С утра до позднего вечера меряя шагами Ярославль, Ерошкин думал об этом и всё ни на что не мог решиться. Равно понятным, правильным ему казалось и то, чего хотели арестованный Клейман с недавно арестованным Ежовым, и то, чего добивались они со Смирновым. Возможно, в линии Смирнова было слишком много доверия к Радостиной, к тем, кто ее любил, слишком много убеждения, что они все-таки советские люди, только заблудившиеся, потерявшие верную дорогу. То есть и он, и Смирнов были склонны не наказывать их, наоборот, откликнуться, отозваться на крики о помощи. Разобраться с этим никак не получалось. И все-таки он ходил не даром, потому что к исходу третьего дня вдруг обнаружил, что худо-бедно представляет себе, что делать дальше и с Клейманом, и с Верой, и с теми людьми, которые ее любили.
Он по-прежнему колебался, не мог твердо сказать, кто же все-таки прав: тем не менее, что делать, знал. В общем, он, почти как Вера, оторвался от нынешней жизни, и вот ему достало трех дней, расстояния, дистанции в три дня, чтобы ухватить суть. Получалось, что и впрямь такие кульбиты, такие петли могут быть выгодны, полезны революции, и Сталин был прав, когда говорил на секретариате ЦК, что Вера, что бы она сама об этом ни думала, нужна революции. Ее опыт, то, что она делает со временем, во многих случаях для революции спасительно.
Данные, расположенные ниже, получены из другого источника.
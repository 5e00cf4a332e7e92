import { z } from "zod";
import { requireSessionActor } from "@/lib/dal/actor";
import { requestReanalysis } from "@/lib/dal/reanalysis";
import { readJson, requireUuid } from "@/lib/dal/request";
import { apiRoute } from "@/lib/dal/route-handler";

/** Queues a new analysis run of one capture (lab managers and quality engineers). */
export const POST = apiRoute(async (request: Request, { params }: { params: Promise<{ id: string }> }) => {
  const actor = await requireSessionActor();
  const captureId = requireUuid((await params).id, "capture");
  await readJson(request, z.object({}));
  return Response.json(await requestReanalysis(actor, { captureId }), { status: 202 });
});
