"use client";

import { useActionState } from "react";
import { EMPTY_FORM, type FormState } from "@/components/ratings/form-state";
import { Button } from "@/components/ui/button";
import { Field, Select, TextArea, TextInput } from "@/components/ui/field";
import { Notice } from "@/components/ui/notice";
import { saveInstrumentAction } from "../actions";

export type InstrumentFormValues = {
  id: string; kind: string; make: string; model: string; serial: string; assetTag: string;
  calibratedOn: string | null; calibrationDue: string | null; calibrationNote: string; spec: Record<string, number | string | undefined>;
};

const KINDS: [string, string][] = [["oscilloscope", "Oscilloscope"], ["voltage-probe", "Voltage probe"], ["current-probe", "Current probe"], ["daq", "DAQ unit"], ["tachometer", "Tachometer"]];
const SPEC: [string, string, string][] = [
  ["gainPercentOfReading", "Gain accuracy, ± % of reading", "Vertical gain (scope, DAQ) or ratio tolerance (probe)."],
  ["offset", "Offset, ± in the offset unit", "A fixed error, e.g. a fraction of a division times V/div."],
  ["bandwidthHz", "Bandwidth, Hz", "Recorded for the register; not part of the budget."],
  ["timebasePpm", "Timebase accuracy, ± ppm", "Sampling clock; gives the frequency's uncertainty."],
  ["speedPercentOfReading", "Speed-reading accuracy, ± % of reading", "Tachometers."],
  ["speedOffsetRpm", "Speed-reading offset, ± rpm", "Tachometers: a fixed count error."],
];

/** New instrument (no `instrument`) or the edit form of one. Field names are the server schema's paths. */
export function InstrumentForm({ instrument }: { instrument?: InstrumentFormValues }) {
  const [state, action, pending] = useActionState<FormState, FormData>(saveInstrumentAction, EMPTY_FORM);
  const v = (k: string, fallback: string | number | null | undefined) => state.values?.[k] ?? (fallback === null || fallback === undefined ? "" : String(fallback));
  const err = state.fieldErrors ?? {};
  return (
    <form key={state.message} action={action} className="grid gap-4 md:grid-cols-3" aria-label={instrument ? `Edit ${instrument.assetTag}` : "New instrument"}>
      {state.message ? <div className="md:col-span-3"><Notice kind={state.ok ? "done" : "problem"}>{state.message}</Notice></div> : null}
      {instrument ? <input type="hidden" name="instrumentId" value={instrument.id} /> : null}
      <Field label="Kind" error={err.kind}>
        <Select name="kind" defaultValue={v("kind", instrument?.kind ?? "oscilloscope")}>{KINDS.map(([k, l]) => <option key={k} value={k}>{l}</option>)}</Select>
      </Field>
      <Field label="Make" error={err.make}><TextInput name="make" required defaultValue={v("make", instrument?.make)} /></Field>
      <Field label="Model" error={err.model}><TextInput name="model" required defaultValue={v("model", instrument?.model)} /></Field>
      <Field label="Serial" error={err.serial}><TextInput name="serial" required defaultValue={v("serial", instrument?.serial)} /></Field>
      <Field label="Asset tag" hint="The lab's own label; the bench API accepts it in place of the id." error={err.assetTag}><TextInput name="assetTag" required defaultValue={v("assetTag", instrument?.assetTag)} /></Field>
      <Field label="Offset unit" error={err["spec.offsetUnit"]}>
        <Select name="spec.offsetUnit" defaultValue={v("spec.offsetUnit", instrument?.spec.offsetUnit as string | undefined)}><option value="">—</option><option value="V">V</option><option value="A">A</option><option value="rpm">rpm</option></Select>
      </Field>
      {SPEC.map(([key, label, hint]) => (
        <Field key={key} label={label} hint={hint} error={err[`spec.${key}`]}>
          <TextInput name={`spec.${key}`} inputMode="decimal" defaultValue={v(`spec.${key}`, instrument?.spec[key])} />
        </Field>
      ))}
      <Field label="Calibration date" error={err.calibratedOn}><TextInput name="calibratedOn" type="date" defaultValue={v("calibratedOn", instrument?.calibratedOn)} /></Field>
      <Field label="Calibration due" error={err.calibrationDue}><TextInput name="calibrationDue" type="date" defaultValue={v("calibrationDue", instrument?.calibrationDue)} /></Field>
      <Field label="Certificate note" hint="Calibrating lab and certificate number." error={err.calibrationNote}><TextArea name="calibrationNote" defaultValue={v("calibrationNote", instrument?.calibrationNote)} /></Field>
      <div className="md:col-span-3"><Button type="submit" disabled={pending}>{pending ? "Saving…" : instrument ? "Save instrument" : "Add instrument"}</Button></div>
    </form>
  );
}
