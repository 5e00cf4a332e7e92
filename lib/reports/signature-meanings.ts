import type { Role } from "@/db/schema";

/** What each kind of signature means, in the words shown to the signer and printed beside the signature. */
export const SIGNATURE_MEANINGS = {
  release: "reviewed and approved for release",
  supersede: "reviewed and approved this revision, replacing the earlier one",
  withdraw: "withdrew the report; it is no longer valid",
  concession: "accepted the unit under the client's concession",
  scrap: "declared the unit scrapped",
  reopen: "reopened the unit's disposition",
  "overdue-instrument": "confirmed a capture taken with an instrument past its calibration due date may be reported",
} as const;

export type SigningPurpose = keyof typeof SIGNATURE_MEANINGS;

/** Who may give each signature: quality engineers and lab managers; an overdue confirmation is a quality engineer's. */
export const SIGNING_ROLES: Record<SigningPurpose, readonly Role[]> = {
  release: ["qa", "admin"],
  supersede: ["qa", "admin"],
  withdraw: ["qa", "admin"],
  concession: ["qa", "admin"],
  scrap: ["qa", "admin"],
  reopen: ["qa", "admin"],
  "overdue-instrument": ["qa"],
};

export const ROLE_TITLES: Record<Role, string> = {
  admin: "Lab manager",
  qa: "Quality engineer",
  operator: "Test-bench operator",
  manufacturer: "Client user",
};
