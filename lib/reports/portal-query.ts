import { z } from "zod";

// The portal's search, read from the URL (page and zip share it); a bad parameter is named.

const day = (what: string) => z.string().regex(/^\d{4}-\d{2}-\d{2}$/, `${what}: use a date like 2026-03-31.`)
  .refine((s) => !Number.isNaN(Date.parse(`${s}T00:00:00Z`)), `${what}: that is not a calendar date.`);

export const portalQuerySchema = z.object({
  serial: z.string().trim().max(80, "serial: at most 80 characters.").optional(),
  model: z.string().trim().max(80, "model: at most 80 characters.").optional(),
  from: day("from").optional(),
  to: day("to").optional(),
  page: z.coerce.number({ error: "page: use a whole number from 1." }).int("page: use a whole number from 1.").min(1, "page: use a whole number from 1.").max(1000, "page: at most 1000.").optional(),
});

export type PortalQuery = z.infer<typeof portalQuerySchema>;

/** From a URL's search parameters: empty values are absent. */
export function portalQueryFrom(params: URLSearchParams | Record<string, string | string[] | undefined>) {
  const get = (k: string) => {
    const v = params instanceof URLSearchParams ? params.get(k) : params[k];
    const s = Array.isArray(v) ? v[0] : v;
    return s === null || s === undefined || s.trim() === "" ? undefined : s;
  };
  return portalQuerySchema.safeParse({ serial: get("serial"), model: get("model"), from: get("from"), to: get("to"), page: get("page") });
}

/** The filter in dates: `to` includes its whole day. */
export function portalFilterDates(q: PortalQuery): { from?: Date; to?: Date } {
  return {
    from: q.from ? new Date(`${q.from}T00:00:00Z`) : undefined,
    to: q.to ? new Date(new Date(`${q.to}T00:00:00Z`).getTime() + 86_400_000) : undefined,
  };
}

export const zipSelectionSchema = z.object({
  ids: z.array(z.uuid("ids: each entry must be a report id.")).min(1, "ids: select at least one report.").max(500, "ids: too many reports in one request."),
});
Это как бы ложное отступление, тот маневр, который принес столько блестящих побед полководцам разных эпох.
В самом общем виде картина теперь виделась Ерошкину так. Во-первых, для него было очевидно, что, пока Сталин жив, пока есть хоть какая-то надежда, что Вера идет именно к нему, она в полной безопасности. Он не допустит, чтобы с ее головы упал и волос. От этой печки надо плясать. Но, идя назад так, как она идет, строго день в день, Вера дойдет до Сталина только через пятнадцать лет. Пятнадцать долгих лет, всё то время, что она провела с Бергом, Сталин будет послушно ждать и ни разу не попытается сделать то же, что с промышленностью: ни разу не провозгласит лозунг: «Пятилетку в три года».
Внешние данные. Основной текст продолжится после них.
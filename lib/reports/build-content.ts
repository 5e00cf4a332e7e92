import type { AnalysisReport, PlanEvaluation, Rating, ToleranceProfile, VerdictStatus } from "@/lib/analysis";
import { DISPOSITION_WORDS } from "@/lib/units/disposition-rules";
import { decisionRuleStatement, expandedUncertaintyOf } from "./uncertainty-content";
import { describeNameplate } from "@/lib/ratings/describe";
import { VERDICT_WORDS } from "@/lib/verdicts/words";
import { reportContentSchema, type ReportCheck, type ReportContent, type ReportStep } from "./content";

// Turns what the release gathered (unit, plan evaluation, captures of record, instruments, remarks) into
// the stored content of a report. Pure: the same input gives the same content, and the PDF draws only this.

export type RecordCapture = {
  id: string; originalName: string; sha256: string; createdAt: Date; speedRpm: number | null; magnetTemperatureC: number | null;
  analysisVersion: string; overall: VerdictStatus | null; report: AnalysisReport;
};

export type ContentInput = {
  number: string;
  revision: number;
  issuedAt: Date;
  lab: { name: string; address: string };
  client: { name: string; address: string };
  unit: { serial: string; disposition: string };
  rating: { modelCode: string; title: string; nameplate: Rating | null };
  profile: ToleranceProfile | null;
  plan: PlanEvaluation;
  steps: readonly { id: string; name: string; testKind: string }[];
  testKindLabels: Record<string, string>;
  records: readonly RecordCapture[];
  instruments: readonly { captureId: string; channel: string; kind: string; make: string; model: string; serial: string; assetTag: string; calibrationDue: string | null }[];
  remarks: {
    choices: readonly { stepName: string; reason: string }[];
    overdue: readonly { captureId: string; reason: string }[];
    concession: { comment: string; reference: string | null } | null;
    clientNotes: readonly string[];
  };
  authorisedBy: { name: string; role: string; signedAt: Date; meaning: string };
  supersedes: { revision: number; reason: string } | null;
};

const fmt = (n: number | null | undefined, digits = 5) => (n === null || n === undefined || !Number.isFinite(n) ? "—" : String(Number(n.toPrecision(digits))));

/** "≤ 5 %", "380 – 420 V", "≥ 0.9"; "not required" when the check was not judged for the step. */
export function limitWords(lower: number | null, upper: number | null, unit: string, status: VerdictStatus, reason?: string | null): string {
  if (status === "not-required") return reason ? `not required: ${reason}` : "not required";
  const u = unit ? ` ${unit}` : "";
  if (lower !== null && upper !== null) return `${fmt(lower)} – ${fmt(upper)}${u}`;
  if (upper !== null) return `≤ ${fmt(upper)}${u}`;
  if (lower !== null) return `≥ ${fmt(lower)}${u}`;
  return "—";
}

function checksOf(report: AnalysisReport): ReportCheck[] {
  return report.verdicts.map((v) => ({
    checkId: v.check, label: v.label, order: null,
    value: typeof v.measured === "number" ? v.measured : null,
    unit: v.unit, limit: limitWords(v.lower ?? null, v.upper ?? null, v.unit, v.status, v.reason),
    lower: v.lower ?? null, upper: v.upper ?? null, verdict: v.status, expandedUncertainty: expandedUncertaintyOf(report, v.check), source: v.source,
  }));
}

/** Capture-quality notes in plain words: the engine's messages, never its codes. */
function notesOf(report: AnalysisReport): string[] {
  const notes = report.warnings.map((w) => w.message.trim()).filter((m) => m.length > 0);
  for (const v of report.verdicts) if (v.status === "inconclusive" && v.reason) notes.push(`${v.label} could not be judged: ${v.reason}`);
  return [...new Set(notes)];
}

function stepsOf(input: ContentInput): ReportStep[] {
  const byStep = new Map(input.plan.steps.map((s) => [s.stepId, s]));
  const records = new Map(input.records.map((r) => [r.id, r]));
  return input.steps.map((step) => {
    const evaluation = byStep.get(step.id);
    const record = evaluation?.record ? records.get(evaluation.record.captureId) ?? null : null;
    return {
      stepId: step.id, name: step.name, testKind: input.testKindLabels[step.testKind] ?? step.testKind,
      capture: record
        ? {
            id: record.id, fileName: record.originalName, sha256: record.sha256, capturedAt: record.createdAt.toISOString(),
            speedRpm: record.speedRpm, magnetTemperatureC: record.magnetTemperatureC, analysisVersion: record.analysisVersion, overall: record.overall,
          }
        : null,
      checks: record ? checksOf(record.report) : [],
      notes: record ? notesOf(record.report) : [],
    };
  });
}

function unitResultsOf(plan: PlanEvaluation): ReportContent["unitResults"] {
  const fit = plan.keFit;
  if (!fit) return [];
  const band = limitWords(fit.lower, fit.upper, fit.unit, fit.status);
  return [
    { label: "Ke across speeds (fit through the origin)", value: `${fmt(fit.ke)} ${fit.unit} from ${fit.points.length} speed(s); band ${band}; ${VERDICT_WORDS[fit.status]}` },
    { label: "Ke linearity (largest deviation from the fit)", value: `${fmt(fit.linearityPercent, 3)} %` },
    { label: "Ke limit source", value: fit.source },
  ];
}

function methodsOf(input: ContentInput, steps: ReportStep[]): string[] {
  const sources = new Set<string>();
  for (const s of steps) for (const c of s.checks) if (c.verdict !== "not-required" && c.source) sources.add(`${c.label}: ${c.source}`);
  const engines = new Set(input.records.map((r) => r.analysisVersion));
  const profile = input.profile ? [`Tolerance profile: ${input.profile.label}`] : [];
  return [...profile, ...sources, `Analysis engine version ${[...engines].join(", ") || "—"} (Emfolio)`];
}

function decisionRuleOf(profile: ToleranceProfile | null): string {
  const zone = profile?.marginalZonePercent ?? 10;
  const rule = decisionRuleStatement(profile?.decisionRule);
  const marginal = ` Under simple acceptance a result inside its band but within ${fmt(zone, 3)} % of the distance from nominal to the limit is "Near edge" (marginal).`;
  return `${rule}${marginal} Outside the band a result is "Outside". A figure that is missing, not finite or invalidated by a capture-quality warning is "Inconclusive", never a pass.`;
}

function deviationsOf(input: ContentInput, steps: ReportStep[]): string[] {
  const out: string[] = [];
  for (const s of steps) if (!s.capture) out.push(`Plan step "${s.name}" has no capture of record: it is reported as not tested.`);
  for (const c of input.remarks.choices) out.push(`For plan step "${c.stepName}" a quality engineer chose the capture of record instead of the latest: ${c.reason}`);
  const names = new Map(input.records.map((r) => [r.id, r.originalName]));
  for (const o of input.remarks.overdue) out.push(`${names.get(o.captureId) ?? "A capture"} was taken with an instrument past its calibration due date; reported after confirmation: ${o.reason}`);
  if (input.unit.disposition === "accepted-with-concession") {
    const c = input.remarks.concession;
    out.push(`The unit was accepted under the client's concession${c?.reference ? ` (reference ${c.reference})` : ""}${c?.comment ? `: ${c.comment}` : "."}`);
  }
  return out;
}

export function buildReportContent(input: ContentInput): ReportContent {
  const steps = stepsOf(input);
  const uncertain = steps.some((s) => s.checks.some((c) => c.expandedUncertainty !== null));
  const kinds = new Map(input.instruments.map((i) => [`${i.kind}|${i.serial}`, i]));
  const content: ReportContent = {
    version: 1,
    number: input.number,
    revision: input.revision,
    issuedAt: input.issuedAt.toISOString(),
    lab: input.lab,
    client: input.client,
    unit: {
      serial: input.unit.serial, modelCode: input.rating.modelCode, ratingName: input.rating.title,
      nameplate: input.rating.nameplate ? describeNameplate(input.rating.nameplate) : [],
    },
    disposition: DISPOSITION_WORDS[input.unit.disposition as keyof typeof DISPOSITION_WORDS] ?? input.unit.disposition,
    overall: overallOf(input.plan),
    steps,
    unitResults: unitResultsOf(input.plan),
    methods: methodsOf(input, steps),
    decisionRule: decisionRuleOf(input.profile),
    uncertaintyStatement: uncertain ? "Expanded uncertainty (k = 2, about 95 % coverage) is given beside each result where evaluated." : "Measurement uncertainty: not evaluated.",
    instruments: [...kinds.values()].map((i) => ({
      kind: i.kind, description: `${i.make} ${i.model} (asset ${i.assetTag})${i.channel ? ` on ${i.channel}` : ""}`, serial: i.serial, calibrationDue: i.calibrationDue,
    })),
    deviations: deviationsOf(input, steps),
    concession: input.unit.disposition === "accepted-with-concession" && input.remarks.concession
      ? { reason: input.remarks.concession.comment, reference: input.remarks.concession.reference ?? "" }
      : null,
    clientNotes: [...input.remarks.clientNotes],
    authorisedBy: { ...input.authorisedBy, signedAt: input.authorisedBy.signedAt.toISOString() },
    supersedes: input.supersedes,
  };
  return reportContentSchema.parse(content);
}

/** The plan state in the verdict vocabulary: complete and within is a pass, an incomplete plan is inconclusive. */
function overallOf(plan: PlanEvaluation): VerdictStatus {
  if (plan.state === "complete-within") return plan.steps.some((s) => s.record?.overall === "marginal") ? "marginal" : "pass";
  if (plan.state === "failed") return "fail";
  return "inconclusive";
}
Он ни в коем случае на это не пойдет, потому что тогда Вера потеряет дорогу, потеряет след, который прямиком ведет ее к Сталину, и им уже не встретиться. В общем, до Вериного двадцать третьего года он ничему, что они со Смирновым будут делать, мешать не станет, наоборот, объясняя и себе, и товарищам по партии, что это необходимо для мировой революции, поддержит любые их действия. Условие одно: Вера и дальше должна идти назад.